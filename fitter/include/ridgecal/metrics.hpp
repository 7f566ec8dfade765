// ridgecal: error figures of a calibration on a set of points.
#pragma once

#include <cstddef>
#include <string>
#include <vector>

namespace ridgecal {

/// Error = predicted - reference (the error of indication after calibration).
/// Quantities are in reference units. Figures that cannot be computed (no
/// points, zero variance, too few degrees of freedom) are NaN, and the record
/// writes them as null.
struct Metrics {
  std::size_t n = 0;     ///< number of points
  int predictors = 0;    ///< polynomial terms besides the intercept (for adjusted R²)
  bool centered = true;  ///< R² about the mean (model with intercept), else uncentred
  double rmse = 0.0;
  double max_abs_error = 0.0;
  double bias = 0.0;  ///< mean error
  double r2 = 0.0;
  double adj_r2 = 0.0;
  double residual_sd = 0.0;  ///< sqrt(SSres / (n - predictors - intercept)), the fit's residual SD

  bool empty() const { return n == 0; }
  std::string brief() const;  ///< one line: RMSE, max, bias, R²
};

/// Computes the figures from parallel vectors of reference and predicted values.
/// `predictors` counts coefficients other than the intercept; with
/// `intercept` false, R² is uncentred (sum of squares about zero).
/// Sums are accumulated in long double.
Metrics compute_metrics(const std::vector<double>& reference, const std::vector<double>& predicted,
                        int predictors, bool intercept = true);

}  // namespace ridgecal
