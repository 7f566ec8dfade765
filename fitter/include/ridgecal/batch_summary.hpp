// ridgecal: the summary of a batch, one row per unit, as CSV and JSON, and
// merging the summaries of several shards of one batch.
//
// Summary JSON (format "ridgecal-batch-summary", format_version 2; version 1
// summaries, which lack the reason and worst-point members, are still read):
//   format, format_version, tool_version, created_utc (may be absent),
//   settings{...}  the fit and column settings shared by every unit,
//   settings_sha256  SHA-256 of settings serialised compactly (keys sorted),
//   inputs[]       the input files,
//   units[{unit, status, rows, degree, lambda, validation_rmse, test_rmse,
//          max_abs_error, verdict, reason, worst_setpoint, worst_ratio,
//          worst_excess, warnings[], error, record}],
//   totals{units, passed, out_of_tolerance, undecided, not_judged, not_fitted,
//          reasons{code: count}}  (reasons other than `none`, by count)
//   partial{signal, units_completed, last_unit, note}  only in the summary of
//                  a batch stopped by a signal (merge_batch_summaries refuses it)
// Non-finite or absent numbers are null. The summary CSV has the same unit
// fields, one row per unit, warnings joined by "; "; a batch stopped by a
// signal ends it with a line "# partial: interrupted by SIGINT after N units; ...".
// Text cells of the CSV that a spreadsheet would run as a formula (starting
// with '=', '+', '-', '@', tab or carriage return) get a leading apostrophe,
// as spreadsheet-export practice does; a cell that is a plain number (e.g.
// -0.25) is left as it is (csv_text_cell). summary.json keeps the text as given.
#pragma once

#include <cstdint>
#include <map>
#include <nlohmann/json.hpp>
#include <string>
#include <vector>

#include "ridgecal/unit_reason.hpp"

namespace ridgecal {

inline constexpr const char* kBatchSummaryFormat = "ridgecal-batch-summary";
inline constexpr int kBatchSummaryFormatVersion = 2;

enum class UnitStatus {
  Ok,      ///< `ok`: fitted, record written
  Failed,  ///< `failed`: not fitted; `error` says why
};
std::string to_string(UnitStatus s);
UnitStatus unit_status_from_string(const std::string& s);  ///< throws std::invalid_argument

/// Tolerance verdict of a unit. NotAssessed until the tolerance module provides one.
enum class UnitVerdict { NotAssessed, Pass, Fail, Undecided };
std::string to_string(UnitVerdict v);                        ///< `n/a`, `PASS`, `FAIL`, `UNDECIDED`
UnitVerdict unit_verdict_from_string(const std::string& s);  ///< throws std::invalid_argument

struct UnitSummary {
  std::string unit;
  UnitStatus status = UnitStatus::Failed;
  std::size_t rows = 0;
  int degree = -1;               ///< -1 when failed
  double lambda = 0.0;           ///< NaN when failed
  double validation_rmse = 0.0;  ///< held-out CV RMSE of the chosen cell (NaN: none)
  double test_rmse = 0.0;        ///< on the test setpoints (NaN: none)
  double max_abs_error = 0.0;    ///< largest |error| of the final curve over all the unit's points
  UnitVerdict verdict = UnitVerdict::NotAssessed;  ///< PASS/FAIL when a tolerance was given
  UnitReason reason = UnitReason::BadInput;        ///< one code per unit (unit_reason.hpp)
  /// The judged point with the largest |error| / limit (unit_reason.hpp):
  /// its setpoint, the ratio and the excess |error| - limit; NaN when not judged.
  WorstPoint worst;
  std::vector<std::string> warnings;
  std::string error;   ///< why the unit failed
  std::string record;  ///< record file, relative to the output directory ("" if none)
  int outputs_failed =
      0;  ///< extra per-unit outputs not written (batch_run.hpp); not in the summary files
  int outputs_withheld = 0;  ///< pass_only outputs withheld (batch_run.hpp); in the warnings
};

/// The counts a supervisor reads first. Every unit is in exactly one of
/// passed, out_of_tolerance, undecided, not_judged (fitted, no tolerance)
/// and not_fitted.
struct BatchTotals {
  std::uint64_t units = 0;
  std::uint64_t passed = 0;
  std::uint64_t out_of_tolerance = 0;
  std::uint64_t undecided = 0;
  std::uint64_t not_judged = 0;
  std::uint64_t not_fitted = 0;
  std::map<std::string, std::uint64_t> reasons;  ///< reason code -> units (not `none`)

  void add(const UnitSummary& u);
  /// "N units: P passed, F out of tolerance, U undecided, J not judged, X not fitted"
  std::string line() const;
  /// "reasons: out-of-tolerance 60, stuck 5, ..." (by count, then code); "" when none.
  std::string reasons_line() const;
  nlohmann::json to_json() const;
};

/// Header line of the summary CSV.
std::string summary_csv_header();
/// One CSV line (with '\n'); fields quoted when they hold ',', '"', CR or LF.
std::string summary_csv_row(const UnitSummary& u);
/// A text cell of summary.csv: neutralised against formula injection (see
/// above), then quoted when it holds a delimiter, quote or line break.
std::string csv_text_cell(const std::string& s);

nlohmann::json unit_summary_to_json(const UnitSummary& u);
/// Throws InputError (naming `file`) on a malformed unit entry.
UnitSummary unit_summary_from_json(const nlohmann::json& j, const std::string& file);

/// The head of a summary JSON document, everything up to and including
/// `"units": [`, so that units can be streamed after it.
std::string summary_json_head(const std::string& created_utc, const nlohmann::json& settings,
                              const std::vector<std::string>& inputs);
/// One unit entry; `first` says whether it is the first (no leading comma).
std::string summary_json_unit(const UnitSummary& u, bool first);
/// Closes the units array and writes the totals.
/// `partial`: empty, or the JSON object of the "partial" member.
std::string summary_json_tail(const BatchTotals& totals, const std::string& partial = {});

/// A parsed summary JSON file.
struct BatchSummary {
  std::string tool_version;
  std::string created_utc;
  nlohmann::json settings;
  std::string settings_sha256;
  std::vector<std::string> inputs;
  std::vector<UnitSummary> units;
};
/// Reads and checks a summary JSON file; throws InputError.
BatchSummary read_batch_summary(const std::string& path);

struct MergeOptions {
  bool allow_mixed_settings = false;  ///< false: shards fitted with different settings are refused
  std::string validate() const { return {}; }
};

/// Merges shards: units sorted by label (byte order), inputs concatenated.
/// Throws InputError when a unit appears in two shards, or (unless allowed)
/// the settings differ. `names` label the shards in messages.
BatchSummary merge_batch_summaries(const std::vector<BatchSummary>& shards,
                                   const std::vector<std::string>& names,
                                   const MergeOptions& options);

/// Writes summary.json and summary.csv of `s` into `dir` atomically.
void write_batch_summary(const BatchSummary& s, const std::string& dir);

}  // namespace ridgecal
|---|
### TASK DETAILS
Once you have identified the lines above that contain "predicted", copy each of them.

### RESULT OF THIS TASK
/// Error = predicted - reference (the error of indication after calibration).
/// Computes the figures from parallel vectors of reference and predicted values.
Metrics compute_metrics(const std::vector<double>& reference, const std::vector<double>& predicted,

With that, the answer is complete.